EXERCISE BRIEF: The answer must be a single number: how many lines of the records below contain "agree".

EXTRACTED ENTRIES:

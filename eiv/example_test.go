package eiv_test

import (
	"fmt"

	"eivfit/eiv"
)

// A Deming fit with λ = 1 is orthogonal regression, the "line of closest
// fit" of Pearson (1901), here on his ten points. The slope and intercept
// agree with total least squares by numpy's SVD (−0.5455611975,
// 5.7840437745, computed when this example was written) to every printed
// digit. The standard errors are Fuller's (1987) large-sample ones, checked
// against ODRPACK in TestAgainstSciPyODR.
func ExampleDeming() {
	x := []float64{0, 0.9, 1.8, 2.6, 3.3, 4.4, 5.2, 6.1, 6.5, 7.4}
	y := []float64{5.9, 5.4, 4.4, 4.6, 3.5, 3.7, 2.8, 2.8, 2.4, 1.5}
	f, err := eiv.Deming(x, y, &eiv.DemingOptions{Lambda: 1})
	if err != nil {
		fmt.Println(err)
		return
	}
	fmt.Printf("slope     %.6f (SE %.4f)\n", f.Slope.Value, f.Slope.SE)
	fmt.Printf("intercept %.6f (SE %.4f)\n", f.Intercept.Value, f.Intercept.SE)
	fmt.Printf("λ = %g, n = %d, %g%% CI of the slope [%.4f, %.4f]\n",
		f.Lambda, f.N, 100*f.Confidence, f.Slope.CI.Lower, f.Slope.CI.Upper)
	// Output:
	// slope     -0.545561 (SE 0.0426)
	// intercept 5.784044 (SE 0.1911)
	// λ = 1, n = 10, 95% CI of the slope [-0.6438, -0.4473]
}

// York's fit takes each point's standard uncertainties in x and y and the
// correlation r of its two errors. The data are the ISO/TS 28037:2010
// §7.4 worked example; with r = 0 the fit reproduces the published a =
// 0.5788 (u 0.4764), b = 2.1597 (u 0.1355), χ² = 2.743. With r = ±0.5 the
// values agree with York et al. (2004)'s equations evaluated in numpy
// when this example was written (r = 0.5: a 0.550470, b 2.164243, u(a)
// 0.369695, u(b) 0.100986, χ² 5.025826).
func ExampleYork() {
	x := []float64{1.2, 1.9, 2.9, 4.0, 4.7, 5.9}
	y := []float64{3.4, 4.4, 7.2, 8.5, 10.8, 13.5}
	sx := []float64{0.2, 0.2, 0.2, 0.2, 0.2, 0.2}
	sy := []float64{0.2, 0.2, 0.2, 0.4, 0.4, 0.4}
	for _, rho := range []float64{0, 0.5, -0.5} {
		r := make([]float64, len(x))
		for i := range r {
			r[i] = rho
		}
		f, err := eiv.York(x, y, sx, sy, r, nil)
		if err != nil {
			fmt.Println(err)
			return
		}
		fmt.Printf("r = %+.1f: a = %.4f (u %.4f), b = %.4f (u %.4f), χ² = %.3f on %d df\n",
			rho, f.Intercept.Value, f.Intercept.SE, f.Slope.Value, f.Slope.SE, f.Chi2, f.DOF)
	}
	// Output:
	// r = +0.0: a = 0.5788 (u 0.4764), b = 2.1597 (u 0.1355), χ² = 2.743 on 4 df
	// r = +0.5: a = 0.5505 (u 0.3697), b = 2.1642 (u 0.1010), χ² = 5.026 on 4 df
	// r = -0.5: a = 0.5885 (u 0.5633), b = 2.1581 (u 0.1629), χ² = 1.895 on 4 df
}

SOLUTION FOR THIS EXERCISE: 2